Hubert Musseau, COO for Wealth Management business at BNP Paribas in France, also believes that the internet access is definitely an area where the firm is going to invest further to improve the look and feel of reports for the clients, but some things will never be fully automated. “For example, in the Lehman or Madoff crisis, in a few hours we had a good assessment of global exposure to client, but we needed three or four days to have a clear visibility regarding all the products and portfolios,” he explains. “The financial crisis has had a lot of indirect impacts, as well as direct impacts. It was quite hard to have a full assessment of the impact of Madoff or Lehman, in terms of valuation or liquidity. You can’t just push one button and have all the information you need,” says Mr Musseau, specifying that Madoff assets were not in any discretionary client portfolios, but the bank was only custodian of those assets.

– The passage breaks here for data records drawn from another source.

package model

import (
	"math"
	"slices"
)

// anew is how many samples in a row may be carried from one to the next before the exponentials are taken anew:
// rounding grows by about one unit of the last place a sample.
const anew = 64

// faint is the amplitude below which a mode is no longer looked at, K.
const faint = 1e-10

// lineSampler walks through a field with one axis: even steps of time within a segment multiply each mode by the same number,
// and what is asked at every sample is a sum over few modes.
type lineSampler struct {
	f                         *tensor
	b                         *body
	sg                        *tensorSeg
	at, from                  int                 // the places of sg, and of that of the sample before, among the segments
	of                        *tensorStep         // that factor and watch belong to
	amp                       [maxDegrees]float64 // what decays, by mode
	factor                    [maxDegrees]float64 // by mode, over one step of time
	watch                     [maxDegrees]watched // by mode, 1 K of it
	keep                      int                 // modes worth looking at
	factored                  int                 // how many of factor are known
	step                      float64             // s, that factor belongs to
	carried                   int                 // steps of time since the exponentials were taken
	held                      [2][2]watched       // by medium (one a face): of its response s, and w
	moving                    bool                // a medium changes within sg
	tau                       float64             // s since the start of the segment
	rest                      watched             // what the media hold
	now                       watched             // °C
	looks                     int                 // how often all nodes were looked at in the step
	restGrid                  []float64           // what the media hold, at the nodes, if gridded
	restLine                  [maxDegrees]float64 // what the media hold as polynomials, if restLined
	line                      [maxDegrees]float64 // the whole field as polynomials, if lined
	lineLen                   int                 // how many of line are worth looking at
	gridded, restLined, lined bool
	cold, hot                 float64 // where the coldest and hottest place were found last between nodes
	known                     profile
	near                      nearby
}

// watched are the temperatures that are asked at every sample.
type watched struct{ mean, first, last, centre float64 }

// add adds f times others.
func (w *watched) add(f float64, o *watched) {
	w.mean += f * o.mean
	w.first += f * o.first
	w.last += f * o.last
	w.centre += f * o.centre
}

// profile is what is known of the gradient along the axis. It obeys the heat equation too, so along the axis it cannot change its sign more
// often than it did, unless it turns round at a face (Sturm 1836, J. Math. Pures Appl. 1:373-444, from memory). While the gradient keeps
// its sign at both faces, a field that only rises or only falls goes on to do so, and one with one extreme inside keeps one. The sign is
// seen at the samples only; between them it stays where a medium that warms the food does not fall and one that cools it does not
// rise: then all of the food stays on its side of the media (maximum principle), as one that has an extreme inside does of a common medium.
type profile struct {
	st           *tensorStep // nil: nothing is known
	lower, upper int         // signs of the gradient at the two ends of the axis
	turns        int         // extremes inside: 0 or 1
}

// sampleLine fills samples of a field with one axis, as Sample does for any, with less work.
func (f *tensor) sampleLine(h *History, s *Samples) {
	w := lineSampler{f: f, b: h.body}
	span, before := 0, 0.0
	for k, t := range s.TimesS {
		for span < len(h.Spans)-1 && t > h.Spans[span].EndS {
			span++
		}
		w.moveTo(t, t-before)
		before = t
		low, high, ok := w.follow()
		if !ok {
			low, high = w.look()
		}
		hull := h.hull[span]
		s.Points[0][k], s.Mean[k] = clamp(w.now.centre, hull), clamp(w.now.mean, hull)
		s.Coldest[k], s.ColdestAt[k].UpM = clamp(low.c, hull), low.x*w.b.radii[0]
		s.Hottest[k], s.HottestAt[k].UpM = clamp(high.c, hull), high.x*w.b.radii[0]
	}
}

// moveTo brings the modes and what is watched to the instant t, d seconds after the last.
func (w *lineSampler) moveTo(t, d float64) {
	fresh := w.sg == nil || t > w.sg.t1
	if w.from = w.at; fresh {
		w.at = w.f.segAt(t)
		w.sg = &w.f.segs[w.at]
		w.moving = w.sg.moves()
	}
	sg, st := w.sg, w.sg.step
	w.tau = min(max(t-sg.t0, 0), sg.t1-sg.t0)
	if w.of != st {
		w.begin(st)
	}
	if fresh || w.carried == anew {
		w.keep, w.carried = decays(st.ax[0].rate, w.tau, w.amp[:w.f.axes[0].n]), 0
		for i, c := range sg.c[:w.keep] {
			w.amp[i] *= c
		}
	} else {
		if d != w.step || w.keep > w.factored {
			w.step, w.factored = d, w.keep
			for i, r := range st.ax[0].rate[:w.keep] {
				w.factor[i] = math.Exp(-r * d)
			}
		}
		w.carried++
		for i, x := range w.factor[:w.keep] {
			w.amp[i] *= x
		}
	}
	for w.keep > 1 && math.Abs(w.amp[w.keep-1]) < faint {
		w.keep--
	}
	w.lined = false
	if fresh || w.moving {
		w.gridded, w.restLined = false, false
		w.rest = w.resting()
	}
	now := w.rest
	for i, a := range w.amp[:w.keep] {
		now.add(a, &w.watch[i])
	}
	w.now = now
}

// begin makes what belongs to one step.
func (w *lineSampler) begin(st *tensorStep) {
	w.of, w.factored, w.looks = st, 0, 0
	w.f.polynomialResponses(st)
	ax := w.f.axes[0]
	n, phi, b := ax.n, w.b.nodes.phi[0], st.ax[0].b
	first, last, centre := phi[:n], phi[len(phi)-n:], phi[w.b.order[0]*n:][:n]
	watch := w.watch[:n]
	clear(watch)
	for m := range first {
		p, q, r := first[m], last[m], centre[m]
		for i, v := range b[m*n:][:n] {
			watch[i].first += p * v
			watch[i].last += q * v
			watch[i].centre += r * v
		}
	}
	for i, v := range st.e0[0] {
		watch[i].mean = v
	}
	at := func(line []float64, mean float64) watched {
		sum := watched{mean: mean}
		for m, v := range line {
			sum.add(v, &watched{0, first[m], last[m], centre[m]})
		}
		return sum
	}
	for g, r := range st.lines {
		w.held[g] = [2]watched{at(r.s, st.meanS[g]), at(r.w, st.meanW[g])}
	}
}

// resting gives of what is watched what the media hold.
func (w *lineSampler) resting() (sum watched) {
	for g, slope := range w.sg.slope {
		h := &w.held[g]
		sum.add(w.sg.level[g]+slope*w.tau, &h[0])
		if slope != 0 {
			sum.add(-slope, &h[1])
		}
	}
	return sum
}

// restPolynomials gives what the media hold as polynomials.
func (w *lineSampler) restPolynomials() []float64 {
	line := w.restLine[:w.f.axes[0].n]
	if !w.restLined {
		w.restLined = true
		w.sg.mix(w.tau, line, 0, w.sg.step.lines)
	}
	return line
}

// gradients gives the signs of the gradient at the two ends of the axis, from where the media lie; ok is false where that is not clear.
func (w *lineSampler) gradients() (lower, upper int, ok bool) {
	sg := w.sg
	into := func(f film, surfaceC float64) (int, bool) { // 1: heat flows in
		if f.group < 0 {
			return 0, true
		}
		d := sg.level[f.group] + sg.slope[f.group]*w.tau - surfaceC
		switch {
		case math.IsInf(f.u, 1) || math.Abs(d) < clearK:
			return 0, false
		case d > 0:
			return 1, true
		}
		return -1, true
	}
	upper, ok = into(sg.step.up, w.now.last)
	if ok && w.f.axes[0].kind == planeFull {
		lower, ok = into(sg.step.lo, w.now.first)
	}
	return -lower, upper, ok
}

// clearK is how far a surface must be from its medium for the sign of its gradient to be certain, K.
const clearK = 1e-5

// steady tells whether, since the sample before, no medium that warms the food fell and none that cools it rose.
func (w *lineSampler) steady() bool {
	st := w.sg.step
	for i := w.from; i <= w.at; i++ {
		sg := &w.f.segs[i]
		if sg.step != st {
			continue
		}
		if g := st.up.group; g >= 0 && sg.slope[g]*float64(w.known.upper) < 0 {
			return false
		}
		if g := st.lo.group; g >= 0 && sg.slope[g]*float64(w.known.lower) > 0 {
			return false
		}
	}
	return true
}

// endmost is a coldest or hottest place of one axis.
type endmost struct {
	c float64 // °C
	x float64
}

// follow gives the coldest and hottest place from what is known of the field, without looking at all nodes; ok is false if not enough is.
func (w *lineSampler) follow() (low, high endmost, ok bool) {
	k := &w.known
	if k.st != w.sg.step {
		return low, high, false
	}
	if lower, upper, clear := w.gradients(); !clear || lower != k.lower || upper != k.upper || !w.steady() {
		k.st = nil
		return low, high, false
	}
	xs := w.b.nodes.x[0]
	last := len(xs) - 1
	low, high = endmost{w.now.first, xs[0]}, endmost{w.now.last, xs[last]}
	if low.c > high.c {
		low, high = high, low
	}
	if k.turns == 1 && high.c-low.c <= flatK { // faces that meet the same: the underside, as among nodes
		low = endmost{w.now.first, xs[0]}
		high = low
	}
	if k.turns == 0 {
		return low, high, high.c-low.c > clearK
	}
	if k.upper > 0 { // a valley
		low.c, low.x = w.inner(1, &w.cold)
	} else {
		high.c, high.x = w.inner(-1, &w.hot)
	}
	return low, high, true
}

// look fills the nodes, finds the coldest and hottest place among and between them, and remembers what is known of the field by that.
func (w *lineSampler) look() (low, high endmost) {
	st := w.sg.step
	w.fill()
	low, high, turns := w.ends()
	w.known, w.near.move = profile{}, 0
	lower, upper, clear := w.gradients()
	inside := func(e endmost) bool { return !slices.Contains(w.b.nodes.x[0], e.x) }
	rise := w.b.buf[len(w.b.buf)-1] - w.b.buf[0]
	if math.Abs(rise) <= flatK { // rounding: the faces tell
		rise = 0
	}
	switch {
	case !clear || turns > 1:
	case turns == 0 && lower*upper >= 0 && rise*float64(lower) >= 0 && rise*float64(upper) >= 0: // else a layer at a face is too thin for the nodes
		w.known = profile{st, lower, upper, 0}
	case turns == 1 && lower*upper < 0 && st.lo.group == st.up.group && (upper > 0 && inside(low) || upper < 0 && inside(high)):
		w.known = profile{st, lower, upper, 1}
	}
	return low, high
}

// manyLooks is how often all nodes are looked at in a step by way of the polynomials before the modes at the nodes are made.
const manyLooks = 8

// fill fills the nodes.
func (w *lineSampler) fill() {
	st, n := w.sg.step, w.f.axes[0].n
	if w.looks++; w.looks <= manyLooks && st.gridB[0] == nil {
		w.polynomials()
		clear(w.b.buf)
		addRows(w.b.buf, w.b.nodes.phi[0], n, w.line[:w.lineLen])
		return
	}
	w.f.gridValues(st)
	if w.restGrid == nil {
		w.restGrid = make([]float64, len(w.b.buf))
	}
	if !w.gridded {
		w.gridded = true
		w.sg.mix(w.tau, w.restGrid, 0, st.held)
	}
	copy(w.b.buf, w.restGrid)
	addRows(w.b.buf, st.gridB[0], n, w.amp[:w.keep])
}

// addRows adds to each out the product of a row of m (n wide) with v, of which there may be fewer than n: four rows at a time,
// so that the sums do not wait for each other.
func addRows(out, m []float64, n int, v []float64) {
	g := 0
	for ; g+4 <= len(out); g += 4 {
		a, b, c, d := m[g*n:][:len(v)], m[(g+1)*n:][:len(v)], m[(g+2)*n:][:len(v)], m[(g+3)*n:][:len(v)]
		var p, q, r, s float64
		for i, x := range v {
			p += a[i] * x
			q += b[i] * x
			r += c[i] * x
			s += d[i] * x
		}
		out[g] += p
		out[g+1] += q
		out[g+2] += r
		out[g+3] += s
	}
	for ; g < len(out); g++ {
		sum := 0.0
		for i, x := range m[g*n:][:len(v)] {
			sum += x * v[i]
		}
		out[g] += sum
	}
}

// moves tells whether a medium changes within a segment.
func (sg *tensorSeg) moves() bool {
	for _, x := range sg.slope {
		if x != 0 {
			return true
		}
	}
	return false
}

// mix fills out with what the media hold, tau after the start of a segment: r are the responses to each, in any form, read from one number on.
func (sg *tensorSeg) mix(tau float64, out []float64, from int, r []response) {
	clear(out)
	for g := range r {
		level, slope := sg.level[g]+sg.slope[g]*tau, sg.slope[g]
		held := r[g].s[from:][:len(out)]
		if slope == 0 {
			for i, v := range held {
				out[i] += v * level
			}
			continue
		}
		w := r[g].w[from:][:len(out)]
		for i, v := range held {
			out[i] += v*level - w[i]*slope
		}
	}
}

// restMean is the mean of what the media hold, tau after the start of a segment.
func (sg *tensorSeg) restMean(tau float64) float64 {
	sum := 0.0
	for g, slope := range sg.slope {
		sum += sg.step.meanS[g]*(sg.level[g]+slope*tau) - sg.step.meanW[g]*slope
	}
	return sum
}

// ends finds the coldest and hottest place from the nodes, looking between them only where they leave it open.
func (w *lineSampler) ends() (low, high endmost, turns int) {
	b := w.b
	lo, hi, turns := b.turning()
	low, high = w.beside(lo, 1, &w.cold), w.beside(hi, -1, &w.hot)
	if turns < 2 { // no third extreme: none that could rival
		return low, high, turns
	}
	reach := rivalShare * (b.buf[hi] - b.buf[lo])
	if i := b.rival(lo, 1, reach, low.c); i >= 0 {
		x := w.cold
		if e := w.beside(i, 1, &x); e.c < low.c-flatK {
			low, w.cold = e, x
		}
	}
	if i := b.rival(hi, -1, reach, high.c); i >= 0 {
		x := w.hot
		if e := w.beside(i, -1, &x); e.c > high.c+flatK {
			high, w.hot = e, x
		}
	}
	return low, high, turns
}

// turning gives the coldest and hottest node of one axis, the nearest to the centre of those that are as cold or hot, and how often the
// field turns between rising and falling.
func (b *body) turning() (lo, hi, turns int) {
	cold, hot, before := b.buf[0], b.buf[0], b.buf[0]
	rising, falling := false, false
	for _, c := range b.buf {
		if c < cold {
			cold = c
		} else if c > hot {
			hot = c
		}
		switch d := c - before; {
		case d > flatK:
			if falling {
				turns++
			}
			rising, falling = true, false
		case d < -flatK:
			if rising {
				turns++
			}
			rising, falling = false, true
		}
		before = c
	}
	return b.nearest(cold+flatK, 1), b.nearest(hot-flatK, -1), turns
}

// beside finds the extreme at or beside a node; sign 1 looks for the coldest. near is where it was found last, and is kept up to date.
func (w *lineSampler) beside(node int, sign float64, near *float64) endmost {
	b, xs := w.b, w.b.nodes.x[0]
	at := onAxis{axis: 0, i: node, g: node, stride: 1}
	e := endmost{b.buf[node], xs[node]}
	lo, hi := max(node-1, 0), min(node+1, len(xs)-1)
	if b.settled(at, sign) || math.Abs(b.buf[lo]-e.c) <= flatK && math.Abs(b.buf[hi]-e.c) <= flatK {
		return e // the latter is flat: stay where the centre is nearest
	}
	w.polynomials()
	v := valley{lo: xs[lo], hi: xs[hi], start: *near}
	if *near <= v.lo || *near >= v.hi {
		v = valleyOf(b.around(at, sign))
	}
	if c, to := v.newton(w.f.axes[0].base, w.line[:w.lineLen], sign); sign*c < sign*e.c-1e-12 {
		e.c, e.x, *near = c, to, to
	}
	return e
}

// polynomials makes the field one sum of polynomials.
func (w *lineSampler) polynomials() {
	if w.lined {
		return
	}
	w.lined = true
	rest := w.restPolynomials()
	n := len(rest)
	line := w.line[:n]
	copy(line, rest)
	addRows(line, w.sg.step.ax[0].b, n, w.amp[:w.keep])
	for n > 3 && math.Abs(line[n-1]) < 1e-9 { // what has smoothed out needs few polynomials
		n--
	}
	w.lineLen = n
}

Nevertheless, internet and online access remains a major area of investment going forward, says Mr Musseau. “We want to be able to propose a robust and user friendly internet platform – where the client can have access to some key financial information to his portfolio statements at any time and have the correct valuation updated to the last operation he made (including through the internet site), and where he will be able to make a lot of simulations or analysis regarding the performance. We want to provide this for all the clients, not only for some key ultra high net worth clients.”
Managing relationships Another area where investments are going to increase is in the CRM (customer relationship management) space. “CRM tools, based on the information that we have on the clients, allow us to have the right approach from a commercial point of view and from a suitability point of view, as it gives us good indication on what products we should promote, according to the client risk and behavioural profile.” Tax reporting is also another area of focus, as more and more offshore clients need to declare their income and ask the bank to feed them with some key information for the fiscal declaration on the resident country.
Client reporting in general is very important. “We used to invest a lot in the back-office system 10 years ago, but now we just make sure that this is compliant, it gives good support and it does not have any issue from an operational point of view, but the bulk of our investments go to our core tools, to our portfolio management and CRM systems,” says Mr Musseau.